## PROBLEM DETAILS
Reproduce, exactly, the lines of the material below from the line containing "describe('resolve: matching the" through the line containing "num('A', '2530-00-123-4567', 'nsn')];", with both end lines included and nothing else.

## DATA FOR THIS TASK

Content starts

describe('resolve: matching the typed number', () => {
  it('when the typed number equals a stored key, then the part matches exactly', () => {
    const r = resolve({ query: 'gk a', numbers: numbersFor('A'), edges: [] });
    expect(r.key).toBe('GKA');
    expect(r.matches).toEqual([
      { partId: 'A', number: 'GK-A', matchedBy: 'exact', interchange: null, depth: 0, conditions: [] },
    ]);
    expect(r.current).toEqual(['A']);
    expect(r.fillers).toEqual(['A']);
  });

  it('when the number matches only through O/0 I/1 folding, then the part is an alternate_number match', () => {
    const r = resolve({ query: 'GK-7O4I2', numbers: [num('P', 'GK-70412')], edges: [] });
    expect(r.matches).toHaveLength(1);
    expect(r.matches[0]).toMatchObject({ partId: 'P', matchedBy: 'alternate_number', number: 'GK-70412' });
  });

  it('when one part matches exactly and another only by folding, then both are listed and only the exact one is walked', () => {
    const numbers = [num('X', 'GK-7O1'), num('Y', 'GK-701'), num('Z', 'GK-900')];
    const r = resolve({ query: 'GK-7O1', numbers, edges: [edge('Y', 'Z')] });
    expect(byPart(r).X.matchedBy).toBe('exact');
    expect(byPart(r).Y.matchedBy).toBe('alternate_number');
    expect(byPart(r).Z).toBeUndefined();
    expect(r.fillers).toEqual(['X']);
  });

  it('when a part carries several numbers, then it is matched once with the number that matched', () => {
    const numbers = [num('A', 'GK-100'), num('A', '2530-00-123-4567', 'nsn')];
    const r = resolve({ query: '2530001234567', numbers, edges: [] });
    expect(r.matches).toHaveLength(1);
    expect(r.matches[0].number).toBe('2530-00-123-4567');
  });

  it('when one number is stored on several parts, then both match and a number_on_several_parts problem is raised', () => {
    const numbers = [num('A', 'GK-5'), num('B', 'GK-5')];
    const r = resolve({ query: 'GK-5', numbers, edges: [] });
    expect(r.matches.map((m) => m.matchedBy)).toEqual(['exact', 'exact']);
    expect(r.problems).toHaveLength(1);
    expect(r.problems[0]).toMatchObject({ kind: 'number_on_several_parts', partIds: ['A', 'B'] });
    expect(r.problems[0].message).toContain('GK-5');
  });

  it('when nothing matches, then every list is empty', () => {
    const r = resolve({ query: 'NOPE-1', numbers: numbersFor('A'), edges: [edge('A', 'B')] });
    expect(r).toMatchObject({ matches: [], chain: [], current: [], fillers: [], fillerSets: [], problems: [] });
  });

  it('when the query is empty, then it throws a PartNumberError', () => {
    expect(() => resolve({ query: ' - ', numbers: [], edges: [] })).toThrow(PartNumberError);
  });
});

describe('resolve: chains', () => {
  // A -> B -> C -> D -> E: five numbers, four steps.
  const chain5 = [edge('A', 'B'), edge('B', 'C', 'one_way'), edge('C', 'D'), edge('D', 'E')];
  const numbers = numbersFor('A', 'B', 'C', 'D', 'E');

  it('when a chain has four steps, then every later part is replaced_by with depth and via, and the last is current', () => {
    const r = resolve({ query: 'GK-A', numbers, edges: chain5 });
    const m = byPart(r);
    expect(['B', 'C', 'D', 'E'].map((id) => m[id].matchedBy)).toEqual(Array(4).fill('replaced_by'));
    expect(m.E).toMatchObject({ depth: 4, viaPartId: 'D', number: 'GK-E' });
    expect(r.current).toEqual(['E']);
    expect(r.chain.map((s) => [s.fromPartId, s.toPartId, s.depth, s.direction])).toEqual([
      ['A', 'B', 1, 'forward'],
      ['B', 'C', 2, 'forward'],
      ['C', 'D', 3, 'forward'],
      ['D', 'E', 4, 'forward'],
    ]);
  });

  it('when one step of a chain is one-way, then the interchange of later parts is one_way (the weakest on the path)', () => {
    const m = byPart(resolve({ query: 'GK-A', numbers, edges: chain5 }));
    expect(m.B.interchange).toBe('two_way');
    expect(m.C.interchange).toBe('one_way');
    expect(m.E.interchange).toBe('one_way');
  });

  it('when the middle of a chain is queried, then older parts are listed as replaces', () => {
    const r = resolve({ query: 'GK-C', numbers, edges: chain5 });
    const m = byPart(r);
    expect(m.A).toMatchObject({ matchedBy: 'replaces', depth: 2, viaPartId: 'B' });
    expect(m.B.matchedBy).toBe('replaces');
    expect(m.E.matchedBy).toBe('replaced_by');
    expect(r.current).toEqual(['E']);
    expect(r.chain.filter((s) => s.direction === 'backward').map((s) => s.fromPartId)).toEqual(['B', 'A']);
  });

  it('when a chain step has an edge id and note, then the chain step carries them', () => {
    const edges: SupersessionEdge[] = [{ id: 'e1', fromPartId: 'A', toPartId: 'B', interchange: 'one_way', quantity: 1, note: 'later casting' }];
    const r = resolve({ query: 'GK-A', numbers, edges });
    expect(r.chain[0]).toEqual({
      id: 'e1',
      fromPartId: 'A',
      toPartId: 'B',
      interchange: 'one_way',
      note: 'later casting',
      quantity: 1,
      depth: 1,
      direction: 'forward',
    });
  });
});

Content ends
Content starts

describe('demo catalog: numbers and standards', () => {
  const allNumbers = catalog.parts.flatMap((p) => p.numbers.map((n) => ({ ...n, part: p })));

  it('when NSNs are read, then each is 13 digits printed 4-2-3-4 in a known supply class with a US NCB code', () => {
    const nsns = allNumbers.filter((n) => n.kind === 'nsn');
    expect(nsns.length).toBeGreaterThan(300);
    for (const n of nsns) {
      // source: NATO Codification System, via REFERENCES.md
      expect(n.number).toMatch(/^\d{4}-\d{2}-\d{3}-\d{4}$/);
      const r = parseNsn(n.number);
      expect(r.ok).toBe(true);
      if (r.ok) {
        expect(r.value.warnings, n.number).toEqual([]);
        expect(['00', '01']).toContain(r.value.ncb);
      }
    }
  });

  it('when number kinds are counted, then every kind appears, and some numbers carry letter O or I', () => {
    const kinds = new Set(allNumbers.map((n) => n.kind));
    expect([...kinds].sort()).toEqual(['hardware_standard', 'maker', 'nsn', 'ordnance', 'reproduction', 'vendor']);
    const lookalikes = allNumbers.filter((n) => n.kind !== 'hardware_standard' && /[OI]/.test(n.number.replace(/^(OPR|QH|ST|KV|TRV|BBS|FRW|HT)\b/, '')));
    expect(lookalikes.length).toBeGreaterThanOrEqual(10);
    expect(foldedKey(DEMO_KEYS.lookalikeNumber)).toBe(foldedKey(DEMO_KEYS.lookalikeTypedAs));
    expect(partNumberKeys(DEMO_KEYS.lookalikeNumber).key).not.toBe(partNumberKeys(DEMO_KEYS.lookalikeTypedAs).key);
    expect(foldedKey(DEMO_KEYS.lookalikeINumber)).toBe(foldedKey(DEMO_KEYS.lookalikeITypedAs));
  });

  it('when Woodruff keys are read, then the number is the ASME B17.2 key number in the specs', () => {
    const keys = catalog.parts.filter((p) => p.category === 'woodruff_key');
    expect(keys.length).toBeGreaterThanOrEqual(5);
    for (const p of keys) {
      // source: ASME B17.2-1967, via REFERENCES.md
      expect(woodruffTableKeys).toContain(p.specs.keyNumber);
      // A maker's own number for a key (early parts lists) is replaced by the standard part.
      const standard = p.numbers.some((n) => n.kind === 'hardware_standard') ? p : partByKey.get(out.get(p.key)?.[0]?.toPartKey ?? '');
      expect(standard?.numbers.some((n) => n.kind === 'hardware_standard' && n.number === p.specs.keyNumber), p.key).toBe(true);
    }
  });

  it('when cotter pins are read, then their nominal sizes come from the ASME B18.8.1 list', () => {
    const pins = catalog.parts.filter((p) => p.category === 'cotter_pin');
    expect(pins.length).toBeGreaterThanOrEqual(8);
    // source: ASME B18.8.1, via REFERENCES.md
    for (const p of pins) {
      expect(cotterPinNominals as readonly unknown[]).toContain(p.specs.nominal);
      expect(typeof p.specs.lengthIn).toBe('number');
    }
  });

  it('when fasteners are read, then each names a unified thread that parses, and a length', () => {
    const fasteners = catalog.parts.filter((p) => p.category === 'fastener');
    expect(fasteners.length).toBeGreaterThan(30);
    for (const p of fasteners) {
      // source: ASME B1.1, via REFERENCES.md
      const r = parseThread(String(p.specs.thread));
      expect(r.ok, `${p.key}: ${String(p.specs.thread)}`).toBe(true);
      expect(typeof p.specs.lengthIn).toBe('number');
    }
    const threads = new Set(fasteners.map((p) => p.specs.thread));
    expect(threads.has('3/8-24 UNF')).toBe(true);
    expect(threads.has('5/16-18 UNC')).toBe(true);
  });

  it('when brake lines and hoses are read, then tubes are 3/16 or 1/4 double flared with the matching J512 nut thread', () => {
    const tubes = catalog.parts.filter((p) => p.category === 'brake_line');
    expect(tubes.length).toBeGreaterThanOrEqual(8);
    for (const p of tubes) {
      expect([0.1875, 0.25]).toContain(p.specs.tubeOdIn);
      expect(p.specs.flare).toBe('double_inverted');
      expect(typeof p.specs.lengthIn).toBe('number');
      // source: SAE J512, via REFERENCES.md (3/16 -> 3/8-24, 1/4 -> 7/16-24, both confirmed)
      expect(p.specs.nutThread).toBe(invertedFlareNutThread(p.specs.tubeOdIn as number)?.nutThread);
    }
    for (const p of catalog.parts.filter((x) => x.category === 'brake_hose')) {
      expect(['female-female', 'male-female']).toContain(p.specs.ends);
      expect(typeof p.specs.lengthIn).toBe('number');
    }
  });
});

Content ends

## RESULT
describe('resolve: matching the typed number', () => {
  it('when the typed number equals a stored key, then the part matches exactly', () => {
    const r = resolve({ query: 'gk a', numbers: numbersFor('A'), edges: [] });
    expect(r.key).toBe('GKA');
    expect(r.matches).toEqual([
      { partId: 'A', number: 'GK-A', matchedBy: 'exact', interchange: null, depth: 0, conditions: [] },
    ]);
    expect(r.current).toEqual(['A']);
    expect(r.fillers).toEqual(['A']);
  });

  it('when the number matches only through O/0 I/1 folding, then the part is an alternate_number match', () => {
    const r = resolve({ query: 'GK-7O4I2', numbers: [num('P', 'GK-70412')], edges: [] });
    expect(r.matches).toHaveLength(1);
    expect(r.matches[0]).toMatchObject({ partId: 'P', matchedBy: 'alternate_number', number: 'GK-70412' });
  });

  it('when one part matches exactly and another only by folding, then both are listed and only the exact one is walked', () => {
    const numbers = [num('X', 'GK-7O1'), num('Y', 'GK-701'), num('Z', 'GK-900')];
    const r = resolve({ query: 'GK-7O1', numbers, edges: [edge('Y', 'Z')] });
    expect(byPart(r).X.matchedBy).toBe('exact');
    expect(byPart(r).Y.matchedBy).toBe('alternate_number');
    expect(byPart(r).Z).toBeUndefined();
    expect(r.fillers).toEqual(['X']);
  });

  it('when a part carries several numbers, then it is matched once with the number that matched', () => {
    const numbers = [num('A', 'GK-100'), num('A', '2530-00-123-4567', 'nsn')];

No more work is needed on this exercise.